**** Entries shown ****
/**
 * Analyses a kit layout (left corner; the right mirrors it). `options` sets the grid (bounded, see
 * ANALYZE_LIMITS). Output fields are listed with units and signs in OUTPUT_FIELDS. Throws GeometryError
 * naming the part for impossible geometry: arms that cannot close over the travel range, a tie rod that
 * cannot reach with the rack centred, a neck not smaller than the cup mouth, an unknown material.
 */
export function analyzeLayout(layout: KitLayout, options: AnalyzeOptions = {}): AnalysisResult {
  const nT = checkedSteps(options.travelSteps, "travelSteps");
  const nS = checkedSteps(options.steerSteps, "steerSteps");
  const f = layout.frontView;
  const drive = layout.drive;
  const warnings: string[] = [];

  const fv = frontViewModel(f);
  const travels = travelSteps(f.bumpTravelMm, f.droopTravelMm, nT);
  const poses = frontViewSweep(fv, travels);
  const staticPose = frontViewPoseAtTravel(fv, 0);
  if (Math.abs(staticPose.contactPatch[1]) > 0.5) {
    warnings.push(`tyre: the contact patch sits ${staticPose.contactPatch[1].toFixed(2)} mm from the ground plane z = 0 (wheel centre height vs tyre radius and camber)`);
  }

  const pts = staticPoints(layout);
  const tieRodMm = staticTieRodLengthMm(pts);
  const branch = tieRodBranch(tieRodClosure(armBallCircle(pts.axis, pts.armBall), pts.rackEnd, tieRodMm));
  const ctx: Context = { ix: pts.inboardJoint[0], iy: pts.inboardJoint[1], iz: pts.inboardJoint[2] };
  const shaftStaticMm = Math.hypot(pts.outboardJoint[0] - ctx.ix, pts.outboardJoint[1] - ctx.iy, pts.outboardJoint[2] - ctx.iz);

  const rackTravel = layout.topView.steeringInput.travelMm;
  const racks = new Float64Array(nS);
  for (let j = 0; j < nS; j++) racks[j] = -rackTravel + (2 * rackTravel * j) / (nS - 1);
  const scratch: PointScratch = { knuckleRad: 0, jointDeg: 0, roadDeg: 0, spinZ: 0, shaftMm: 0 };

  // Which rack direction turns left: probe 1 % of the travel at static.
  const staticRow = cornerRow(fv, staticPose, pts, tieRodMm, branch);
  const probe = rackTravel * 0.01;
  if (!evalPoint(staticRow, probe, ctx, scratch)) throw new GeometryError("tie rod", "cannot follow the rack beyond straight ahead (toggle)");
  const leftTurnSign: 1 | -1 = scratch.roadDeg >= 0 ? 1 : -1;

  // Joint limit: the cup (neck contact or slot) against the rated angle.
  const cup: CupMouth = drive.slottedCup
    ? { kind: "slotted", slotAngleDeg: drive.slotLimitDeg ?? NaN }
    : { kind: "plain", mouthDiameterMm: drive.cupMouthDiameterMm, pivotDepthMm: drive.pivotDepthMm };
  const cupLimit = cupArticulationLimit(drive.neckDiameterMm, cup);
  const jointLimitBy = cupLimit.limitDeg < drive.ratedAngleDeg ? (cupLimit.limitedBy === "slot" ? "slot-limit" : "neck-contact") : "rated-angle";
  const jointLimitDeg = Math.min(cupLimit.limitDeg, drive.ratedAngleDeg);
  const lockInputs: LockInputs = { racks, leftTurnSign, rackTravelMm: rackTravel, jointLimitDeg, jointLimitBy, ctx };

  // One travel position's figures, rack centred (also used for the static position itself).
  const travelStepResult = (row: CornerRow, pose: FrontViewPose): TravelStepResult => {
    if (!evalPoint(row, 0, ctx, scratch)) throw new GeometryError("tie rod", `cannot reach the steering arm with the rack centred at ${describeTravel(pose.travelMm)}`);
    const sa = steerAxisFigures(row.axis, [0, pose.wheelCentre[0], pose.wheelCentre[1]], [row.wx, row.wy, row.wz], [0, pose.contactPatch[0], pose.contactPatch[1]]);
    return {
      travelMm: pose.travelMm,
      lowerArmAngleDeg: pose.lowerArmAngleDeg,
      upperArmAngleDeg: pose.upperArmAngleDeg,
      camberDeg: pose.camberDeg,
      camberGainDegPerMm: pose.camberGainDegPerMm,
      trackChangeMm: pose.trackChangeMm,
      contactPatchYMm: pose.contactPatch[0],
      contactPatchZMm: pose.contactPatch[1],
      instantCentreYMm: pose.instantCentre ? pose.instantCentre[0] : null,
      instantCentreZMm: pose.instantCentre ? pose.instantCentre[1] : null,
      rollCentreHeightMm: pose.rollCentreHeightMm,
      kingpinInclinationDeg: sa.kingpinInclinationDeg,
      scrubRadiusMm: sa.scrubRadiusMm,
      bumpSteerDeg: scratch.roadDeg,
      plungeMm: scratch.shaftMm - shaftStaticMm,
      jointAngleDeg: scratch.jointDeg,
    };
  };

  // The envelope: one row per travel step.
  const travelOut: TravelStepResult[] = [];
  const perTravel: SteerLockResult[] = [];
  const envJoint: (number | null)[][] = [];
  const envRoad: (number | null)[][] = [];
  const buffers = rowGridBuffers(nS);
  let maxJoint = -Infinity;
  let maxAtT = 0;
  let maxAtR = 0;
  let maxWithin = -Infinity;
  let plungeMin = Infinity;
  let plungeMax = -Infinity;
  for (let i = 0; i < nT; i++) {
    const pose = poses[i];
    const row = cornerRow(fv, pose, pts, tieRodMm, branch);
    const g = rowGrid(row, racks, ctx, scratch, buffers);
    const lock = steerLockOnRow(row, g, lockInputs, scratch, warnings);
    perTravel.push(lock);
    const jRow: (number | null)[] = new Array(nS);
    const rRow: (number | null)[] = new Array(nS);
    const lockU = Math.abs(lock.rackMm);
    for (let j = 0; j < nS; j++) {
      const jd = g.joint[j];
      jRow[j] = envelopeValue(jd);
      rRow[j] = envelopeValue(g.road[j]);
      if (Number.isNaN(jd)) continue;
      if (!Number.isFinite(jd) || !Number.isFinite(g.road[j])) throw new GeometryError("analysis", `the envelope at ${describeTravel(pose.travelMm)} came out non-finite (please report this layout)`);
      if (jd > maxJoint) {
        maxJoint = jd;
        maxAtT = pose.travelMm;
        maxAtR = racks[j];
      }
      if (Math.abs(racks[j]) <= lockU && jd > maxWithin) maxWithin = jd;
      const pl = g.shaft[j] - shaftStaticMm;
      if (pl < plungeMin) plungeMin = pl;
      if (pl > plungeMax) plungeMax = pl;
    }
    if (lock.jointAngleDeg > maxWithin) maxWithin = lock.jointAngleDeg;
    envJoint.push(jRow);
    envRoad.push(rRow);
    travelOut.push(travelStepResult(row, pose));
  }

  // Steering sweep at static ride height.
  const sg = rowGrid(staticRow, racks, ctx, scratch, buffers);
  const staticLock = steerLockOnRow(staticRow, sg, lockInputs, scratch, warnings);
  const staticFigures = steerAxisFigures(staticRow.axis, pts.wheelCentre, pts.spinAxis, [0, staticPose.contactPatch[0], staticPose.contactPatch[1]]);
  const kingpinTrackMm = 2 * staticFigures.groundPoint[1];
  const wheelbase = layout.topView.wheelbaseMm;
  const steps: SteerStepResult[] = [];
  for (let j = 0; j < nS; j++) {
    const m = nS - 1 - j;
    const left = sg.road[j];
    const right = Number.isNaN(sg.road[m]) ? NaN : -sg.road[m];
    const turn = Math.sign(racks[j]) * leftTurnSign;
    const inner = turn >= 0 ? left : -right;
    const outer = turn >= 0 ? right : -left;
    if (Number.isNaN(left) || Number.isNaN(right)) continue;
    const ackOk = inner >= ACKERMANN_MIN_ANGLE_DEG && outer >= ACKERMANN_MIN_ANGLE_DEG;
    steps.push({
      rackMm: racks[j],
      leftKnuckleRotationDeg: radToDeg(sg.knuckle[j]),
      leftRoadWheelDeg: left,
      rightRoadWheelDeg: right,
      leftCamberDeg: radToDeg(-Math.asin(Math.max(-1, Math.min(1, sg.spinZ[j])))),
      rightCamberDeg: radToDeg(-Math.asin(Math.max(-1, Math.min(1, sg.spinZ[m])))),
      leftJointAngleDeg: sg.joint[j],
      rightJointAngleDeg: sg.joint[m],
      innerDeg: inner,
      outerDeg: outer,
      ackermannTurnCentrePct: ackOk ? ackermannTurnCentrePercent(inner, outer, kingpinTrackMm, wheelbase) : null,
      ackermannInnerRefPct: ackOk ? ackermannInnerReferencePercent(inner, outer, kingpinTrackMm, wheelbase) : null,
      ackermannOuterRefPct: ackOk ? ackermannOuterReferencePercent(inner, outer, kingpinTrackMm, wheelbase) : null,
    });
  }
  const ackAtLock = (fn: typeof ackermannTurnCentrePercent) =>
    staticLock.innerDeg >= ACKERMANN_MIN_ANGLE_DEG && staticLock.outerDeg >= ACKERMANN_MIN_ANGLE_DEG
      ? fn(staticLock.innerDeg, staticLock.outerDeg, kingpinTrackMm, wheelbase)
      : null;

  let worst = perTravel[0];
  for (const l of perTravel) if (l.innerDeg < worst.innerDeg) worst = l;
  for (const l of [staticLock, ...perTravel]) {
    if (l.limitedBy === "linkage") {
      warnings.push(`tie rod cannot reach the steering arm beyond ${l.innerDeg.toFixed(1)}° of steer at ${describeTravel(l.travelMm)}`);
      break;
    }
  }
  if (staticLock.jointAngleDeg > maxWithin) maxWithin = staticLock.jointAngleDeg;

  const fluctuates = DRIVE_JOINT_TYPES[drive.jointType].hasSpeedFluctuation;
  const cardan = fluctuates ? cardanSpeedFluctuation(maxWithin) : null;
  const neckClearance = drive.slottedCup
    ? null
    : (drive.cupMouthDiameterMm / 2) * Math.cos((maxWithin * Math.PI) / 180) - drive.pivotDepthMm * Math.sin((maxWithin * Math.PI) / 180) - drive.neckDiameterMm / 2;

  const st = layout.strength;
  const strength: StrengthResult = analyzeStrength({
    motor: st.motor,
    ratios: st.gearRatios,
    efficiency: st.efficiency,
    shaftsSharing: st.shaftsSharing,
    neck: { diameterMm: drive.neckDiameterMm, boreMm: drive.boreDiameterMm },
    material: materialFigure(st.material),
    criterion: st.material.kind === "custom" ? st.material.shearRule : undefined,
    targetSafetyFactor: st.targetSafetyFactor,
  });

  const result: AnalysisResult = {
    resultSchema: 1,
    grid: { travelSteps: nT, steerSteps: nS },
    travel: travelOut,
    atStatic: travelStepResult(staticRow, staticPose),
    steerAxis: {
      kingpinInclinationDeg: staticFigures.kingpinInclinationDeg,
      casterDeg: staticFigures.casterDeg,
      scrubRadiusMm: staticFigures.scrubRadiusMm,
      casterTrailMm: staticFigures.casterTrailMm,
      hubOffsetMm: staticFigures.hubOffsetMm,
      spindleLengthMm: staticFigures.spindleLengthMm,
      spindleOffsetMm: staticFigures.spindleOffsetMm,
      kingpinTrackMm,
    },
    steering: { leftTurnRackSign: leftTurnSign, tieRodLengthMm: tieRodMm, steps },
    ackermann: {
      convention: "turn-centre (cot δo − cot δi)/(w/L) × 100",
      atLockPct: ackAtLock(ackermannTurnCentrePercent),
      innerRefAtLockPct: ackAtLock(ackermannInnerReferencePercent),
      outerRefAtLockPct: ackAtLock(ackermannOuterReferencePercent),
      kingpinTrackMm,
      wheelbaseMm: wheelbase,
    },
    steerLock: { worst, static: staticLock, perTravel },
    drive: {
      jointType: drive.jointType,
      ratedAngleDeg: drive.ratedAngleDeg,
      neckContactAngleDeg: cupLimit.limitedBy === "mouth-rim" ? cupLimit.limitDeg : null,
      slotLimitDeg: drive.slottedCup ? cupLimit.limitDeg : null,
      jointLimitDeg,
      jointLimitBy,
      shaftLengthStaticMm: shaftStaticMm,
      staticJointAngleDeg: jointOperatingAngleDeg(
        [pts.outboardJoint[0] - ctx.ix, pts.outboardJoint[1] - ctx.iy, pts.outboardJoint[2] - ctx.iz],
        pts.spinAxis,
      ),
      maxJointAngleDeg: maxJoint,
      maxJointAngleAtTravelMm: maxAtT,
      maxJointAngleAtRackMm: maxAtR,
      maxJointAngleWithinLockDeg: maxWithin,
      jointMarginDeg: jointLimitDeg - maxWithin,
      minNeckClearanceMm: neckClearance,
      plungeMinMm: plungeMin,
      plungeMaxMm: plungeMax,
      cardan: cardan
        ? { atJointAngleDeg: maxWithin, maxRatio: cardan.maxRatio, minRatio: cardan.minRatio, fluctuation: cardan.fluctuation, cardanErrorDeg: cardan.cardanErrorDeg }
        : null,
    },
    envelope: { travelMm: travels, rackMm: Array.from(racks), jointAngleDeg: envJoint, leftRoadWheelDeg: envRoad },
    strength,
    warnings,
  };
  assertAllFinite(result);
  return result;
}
****
**** Entries shown ****
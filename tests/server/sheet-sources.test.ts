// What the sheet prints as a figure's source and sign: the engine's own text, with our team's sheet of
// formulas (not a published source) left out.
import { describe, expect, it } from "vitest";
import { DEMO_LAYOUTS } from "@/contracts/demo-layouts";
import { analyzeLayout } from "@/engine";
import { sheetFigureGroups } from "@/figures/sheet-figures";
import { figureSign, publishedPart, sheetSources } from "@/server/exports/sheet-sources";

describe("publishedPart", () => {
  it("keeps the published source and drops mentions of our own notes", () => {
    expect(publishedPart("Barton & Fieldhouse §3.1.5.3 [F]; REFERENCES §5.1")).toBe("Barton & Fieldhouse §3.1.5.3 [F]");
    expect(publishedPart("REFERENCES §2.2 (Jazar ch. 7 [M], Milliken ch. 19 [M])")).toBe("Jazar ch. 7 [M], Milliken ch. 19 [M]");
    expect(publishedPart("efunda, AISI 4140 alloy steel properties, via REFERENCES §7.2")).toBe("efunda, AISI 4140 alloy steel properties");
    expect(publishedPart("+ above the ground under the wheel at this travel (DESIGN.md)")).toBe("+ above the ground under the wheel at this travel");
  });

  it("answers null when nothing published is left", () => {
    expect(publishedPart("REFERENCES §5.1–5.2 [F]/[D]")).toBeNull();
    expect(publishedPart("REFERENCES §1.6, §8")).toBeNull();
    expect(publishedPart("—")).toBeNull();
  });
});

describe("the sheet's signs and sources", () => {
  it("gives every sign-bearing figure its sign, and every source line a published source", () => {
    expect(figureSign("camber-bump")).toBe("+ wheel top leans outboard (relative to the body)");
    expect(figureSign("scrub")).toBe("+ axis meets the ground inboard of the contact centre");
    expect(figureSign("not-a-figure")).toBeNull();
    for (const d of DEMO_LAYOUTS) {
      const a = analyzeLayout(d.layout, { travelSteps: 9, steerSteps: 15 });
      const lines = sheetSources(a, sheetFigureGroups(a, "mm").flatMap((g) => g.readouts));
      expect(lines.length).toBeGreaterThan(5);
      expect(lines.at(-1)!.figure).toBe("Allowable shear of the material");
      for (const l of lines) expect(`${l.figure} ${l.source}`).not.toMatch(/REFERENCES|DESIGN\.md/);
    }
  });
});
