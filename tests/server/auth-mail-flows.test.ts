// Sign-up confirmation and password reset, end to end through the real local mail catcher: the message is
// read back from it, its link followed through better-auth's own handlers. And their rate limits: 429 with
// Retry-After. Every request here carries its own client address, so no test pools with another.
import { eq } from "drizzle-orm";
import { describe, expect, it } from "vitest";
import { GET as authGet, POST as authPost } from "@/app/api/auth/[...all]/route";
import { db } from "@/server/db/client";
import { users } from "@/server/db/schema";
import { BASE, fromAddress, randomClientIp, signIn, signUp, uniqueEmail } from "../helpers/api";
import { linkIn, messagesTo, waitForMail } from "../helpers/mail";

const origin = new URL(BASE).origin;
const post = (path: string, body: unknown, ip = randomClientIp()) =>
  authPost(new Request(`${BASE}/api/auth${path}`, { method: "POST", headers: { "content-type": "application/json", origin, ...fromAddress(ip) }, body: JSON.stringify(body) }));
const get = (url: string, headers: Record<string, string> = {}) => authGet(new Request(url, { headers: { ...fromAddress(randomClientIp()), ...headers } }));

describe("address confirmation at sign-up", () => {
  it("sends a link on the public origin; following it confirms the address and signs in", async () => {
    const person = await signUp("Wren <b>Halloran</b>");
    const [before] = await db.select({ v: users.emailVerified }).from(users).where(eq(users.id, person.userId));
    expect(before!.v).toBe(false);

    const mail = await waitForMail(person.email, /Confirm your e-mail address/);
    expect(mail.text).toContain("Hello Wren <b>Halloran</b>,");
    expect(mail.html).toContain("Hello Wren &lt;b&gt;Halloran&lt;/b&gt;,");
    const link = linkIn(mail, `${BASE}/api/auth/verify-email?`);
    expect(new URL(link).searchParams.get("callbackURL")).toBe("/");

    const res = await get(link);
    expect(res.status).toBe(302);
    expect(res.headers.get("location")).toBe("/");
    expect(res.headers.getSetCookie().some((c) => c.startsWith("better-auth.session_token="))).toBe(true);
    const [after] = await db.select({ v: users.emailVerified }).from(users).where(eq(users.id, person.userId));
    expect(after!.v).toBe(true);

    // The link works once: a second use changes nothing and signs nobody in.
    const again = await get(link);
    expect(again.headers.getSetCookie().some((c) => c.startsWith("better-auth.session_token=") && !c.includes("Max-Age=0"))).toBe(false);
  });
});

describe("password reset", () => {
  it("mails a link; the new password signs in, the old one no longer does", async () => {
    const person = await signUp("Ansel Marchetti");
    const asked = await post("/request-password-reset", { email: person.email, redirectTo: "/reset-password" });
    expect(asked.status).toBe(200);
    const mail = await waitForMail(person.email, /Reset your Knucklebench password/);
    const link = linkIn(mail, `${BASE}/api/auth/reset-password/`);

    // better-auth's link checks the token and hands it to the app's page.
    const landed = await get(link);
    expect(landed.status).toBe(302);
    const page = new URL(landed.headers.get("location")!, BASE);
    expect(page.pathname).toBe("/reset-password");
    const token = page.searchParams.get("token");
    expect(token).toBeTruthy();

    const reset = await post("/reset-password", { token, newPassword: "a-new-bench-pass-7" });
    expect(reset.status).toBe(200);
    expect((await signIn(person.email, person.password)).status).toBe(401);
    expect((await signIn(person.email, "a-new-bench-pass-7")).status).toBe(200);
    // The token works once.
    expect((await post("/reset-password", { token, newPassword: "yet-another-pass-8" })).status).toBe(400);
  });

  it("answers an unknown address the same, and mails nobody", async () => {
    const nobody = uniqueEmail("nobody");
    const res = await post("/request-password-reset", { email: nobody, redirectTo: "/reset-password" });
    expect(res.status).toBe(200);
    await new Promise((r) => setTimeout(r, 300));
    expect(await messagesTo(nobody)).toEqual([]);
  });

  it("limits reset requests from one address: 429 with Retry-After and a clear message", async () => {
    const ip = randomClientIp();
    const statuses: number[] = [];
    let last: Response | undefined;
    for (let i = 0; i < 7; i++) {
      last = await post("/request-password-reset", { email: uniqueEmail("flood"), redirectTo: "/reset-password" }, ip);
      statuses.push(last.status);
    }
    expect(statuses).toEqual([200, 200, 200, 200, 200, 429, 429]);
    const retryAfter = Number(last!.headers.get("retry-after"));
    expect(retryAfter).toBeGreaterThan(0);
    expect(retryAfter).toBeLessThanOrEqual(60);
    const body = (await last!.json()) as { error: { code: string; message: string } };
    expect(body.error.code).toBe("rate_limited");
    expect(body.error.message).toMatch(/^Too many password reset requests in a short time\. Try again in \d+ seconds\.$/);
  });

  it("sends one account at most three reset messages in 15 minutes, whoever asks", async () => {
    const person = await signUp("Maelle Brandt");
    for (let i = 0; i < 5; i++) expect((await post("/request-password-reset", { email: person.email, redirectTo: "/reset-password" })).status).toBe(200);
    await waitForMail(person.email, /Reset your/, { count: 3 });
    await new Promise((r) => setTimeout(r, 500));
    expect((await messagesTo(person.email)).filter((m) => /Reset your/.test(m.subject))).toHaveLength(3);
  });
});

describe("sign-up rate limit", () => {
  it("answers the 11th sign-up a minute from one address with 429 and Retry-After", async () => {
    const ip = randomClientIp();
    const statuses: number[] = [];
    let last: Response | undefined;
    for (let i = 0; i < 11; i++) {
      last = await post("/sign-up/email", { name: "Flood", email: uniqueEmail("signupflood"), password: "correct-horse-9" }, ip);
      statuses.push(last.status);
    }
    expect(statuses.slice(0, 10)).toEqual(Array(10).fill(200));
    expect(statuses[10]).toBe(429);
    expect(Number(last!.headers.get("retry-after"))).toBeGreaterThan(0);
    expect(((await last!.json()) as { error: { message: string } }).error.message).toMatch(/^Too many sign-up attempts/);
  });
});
****
**** Entries shown ****
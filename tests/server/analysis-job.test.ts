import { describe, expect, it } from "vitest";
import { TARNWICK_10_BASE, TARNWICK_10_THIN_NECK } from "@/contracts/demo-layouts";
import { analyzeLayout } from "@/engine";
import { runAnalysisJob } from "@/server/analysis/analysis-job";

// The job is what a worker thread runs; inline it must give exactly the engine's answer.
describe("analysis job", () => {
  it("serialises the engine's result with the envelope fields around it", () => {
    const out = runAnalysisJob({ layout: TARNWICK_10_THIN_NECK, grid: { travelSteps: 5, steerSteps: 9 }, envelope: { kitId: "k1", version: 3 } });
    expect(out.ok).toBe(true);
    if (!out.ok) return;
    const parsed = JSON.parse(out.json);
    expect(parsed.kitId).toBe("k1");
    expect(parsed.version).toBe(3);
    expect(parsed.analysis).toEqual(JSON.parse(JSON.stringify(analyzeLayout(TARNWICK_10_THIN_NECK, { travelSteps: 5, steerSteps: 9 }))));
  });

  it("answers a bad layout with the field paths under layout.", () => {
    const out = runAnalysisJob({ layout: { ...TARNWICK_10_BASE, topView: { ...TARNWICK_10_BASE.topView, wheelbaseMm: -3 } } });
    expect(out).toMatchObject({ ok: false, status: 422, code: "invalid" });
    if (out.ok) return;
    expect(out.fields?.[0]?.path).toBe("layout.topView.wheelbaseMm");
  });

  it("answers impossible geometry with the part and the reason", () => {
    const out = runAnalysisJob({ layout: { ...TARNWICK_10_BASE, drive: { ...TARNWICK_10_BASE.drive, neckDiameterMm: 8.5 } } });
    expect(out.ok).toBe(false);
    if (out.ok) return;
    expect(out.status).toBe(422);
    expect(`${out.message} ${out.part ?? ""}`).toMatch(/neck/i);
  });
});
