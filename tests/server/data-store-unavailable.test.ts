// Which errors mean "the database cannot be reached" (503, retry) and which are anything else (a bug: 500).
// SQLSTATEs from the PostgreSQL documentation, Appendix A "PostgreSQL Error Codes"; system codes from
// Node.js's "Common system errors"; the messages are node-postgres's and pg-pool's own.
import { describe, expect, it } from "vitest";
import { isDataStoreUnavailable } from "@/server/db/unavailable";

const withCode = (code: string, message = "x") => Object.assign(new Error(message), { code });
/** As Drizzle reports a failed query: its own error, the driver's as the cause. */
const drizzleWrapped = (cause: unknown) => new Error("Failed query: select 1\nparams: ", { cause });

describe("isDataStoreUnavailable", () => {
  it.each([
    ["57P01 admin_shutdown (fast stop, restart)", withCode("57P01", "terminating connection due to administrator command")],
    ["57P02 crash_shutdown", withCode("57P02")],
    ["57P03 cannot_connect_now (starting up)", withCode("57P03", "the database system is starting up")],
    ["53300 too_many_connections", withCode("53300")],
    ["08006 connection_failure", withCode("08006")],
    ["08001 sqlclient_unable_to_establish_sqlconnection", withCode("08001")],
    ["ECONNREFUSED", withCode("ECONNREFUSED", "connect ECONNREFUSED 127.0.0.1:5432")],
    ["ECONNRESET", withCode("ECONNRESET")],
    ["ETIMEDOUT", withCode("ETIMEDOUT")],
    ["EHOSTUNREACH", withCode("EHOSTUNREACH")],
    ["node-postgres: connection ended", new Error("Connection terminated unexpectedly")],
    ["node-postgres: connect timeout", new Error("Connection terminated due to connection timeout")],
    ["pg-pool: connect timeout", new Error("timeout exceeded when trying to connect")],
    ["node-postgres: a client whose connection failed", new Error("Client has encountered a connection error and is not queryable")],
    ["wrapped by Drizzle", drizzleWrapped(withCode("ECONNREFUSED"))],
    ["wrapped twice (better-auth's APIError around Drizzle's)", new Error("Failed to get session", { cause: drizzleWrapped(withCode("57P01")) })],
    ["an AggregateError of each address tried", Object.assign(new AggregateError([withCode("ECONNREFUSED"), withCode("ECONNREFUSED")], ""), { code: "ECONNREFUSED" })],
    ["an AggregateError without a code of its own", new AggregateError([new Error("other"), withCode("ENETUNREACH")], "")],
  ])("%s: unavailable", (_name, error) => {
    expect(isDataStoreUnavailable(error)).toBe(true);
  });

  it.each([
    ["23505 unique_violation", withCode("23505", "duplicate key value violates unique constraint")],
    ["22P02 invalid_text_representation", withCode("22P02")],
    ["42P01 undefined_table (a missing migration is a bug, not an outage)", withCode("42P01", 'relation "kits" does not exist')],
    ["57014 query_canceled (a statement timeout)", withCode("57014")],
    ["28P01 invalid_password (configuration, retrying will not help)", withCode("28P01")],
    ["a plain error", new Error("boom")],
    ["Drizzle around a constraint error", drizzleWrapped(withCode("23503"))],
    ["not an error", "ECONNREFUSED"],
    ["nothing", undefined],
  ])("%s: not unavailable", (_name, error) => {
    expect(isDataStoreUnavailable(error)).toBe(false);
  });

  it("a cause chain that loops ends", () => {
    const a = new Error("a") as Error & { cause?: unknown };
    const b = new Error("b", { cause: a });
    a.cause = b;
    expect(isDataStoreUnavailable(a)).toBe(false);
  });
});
****
Assignment:
The lines above starting at the one that contains "pose: FrontViewPose): TravelStepResult" and ending at the one that contains "const g = rowGrid(row, racks, ctx, scratch, buffers);" must be transcribed exactly, and no other lines may appear.

Answer for the task:
  const travelStepResult = (row: CornerRow, pose: FrontViewPose): TravelStepResult => {
    if (!evalPoint(row, 0, ctx, scratch)) throw new GeometryError("tie rod", `cannot reach the steering arm with the rack centred at ${describeTravel(pose.travelMm)}`);
    const sa = steerAxisFigures(row.axis, [0, pose.wheelCentre[0], pose.wheelCentre[1]], [row.wx, row.wy, row.wz], [0, pose.contactPatch[0], pose.contactPatch[1]]);
    return {
      travelMm: pose.travelMm,
      lowerArmAngleDeg: pose.lowerArmAngleDeg,
      upperArmAngleDeg: pose.upperArmAngleDeg,
      camberDeg: pose.camberDeg,
      camberGainDegPerMm: pose.camberGainDegPerMm,
      trackChangeMm: pose.trackChangeMm,
      contactPatchYMm: pose.contactPatch[0],
      contactPatchZMm: pose.contactPatch[1],
      instantCentreYMm: pose.instantCentre ? pose.instantCentre[0] : null,
      instantCentreZMm: pose.instantCentre ? pose.instantCentre[1] : null,
      rollCentreHeightMm: pose.rollCentreHeightMm,
      kingpinInclinationDeg: sa.kingpinInclinationDeg,
      scrubRadiusMm: sa.scrubRadiusMm,
      bumpSteerDeg: scratch.roadDeg,
      plungeMm: scratch.shaftMm - shaftStaticMm,
      jointAngleDeg: scratch.jointDeg,
    };
  };

  // The envelope: one row per travel step.
  const travelOut: TravelStepResult[] = [];
  const perTravel: SteerLockResult[] = [];
  const envJoint: (number | null)[][] = [];
  const envRoad: (number | null)[][] = [];
  const buffers = rowGridBuffers(nS);
  let maxJoint = -Infinity;
  let maxAtT = 0;
  let maxAtR = 0;
  let maxWithin = -Infinity;
  let plungeMin = Infinity;
  let plungeMax = -Infinity;
  for (let i = 0; i < nT; i++) {
    const pose = poses[i];
    const row = cornerRow(fv, pose, pts, tieRodMm, branch);
    const g = rowGrid(row, racks, ctx, scratch, buffers);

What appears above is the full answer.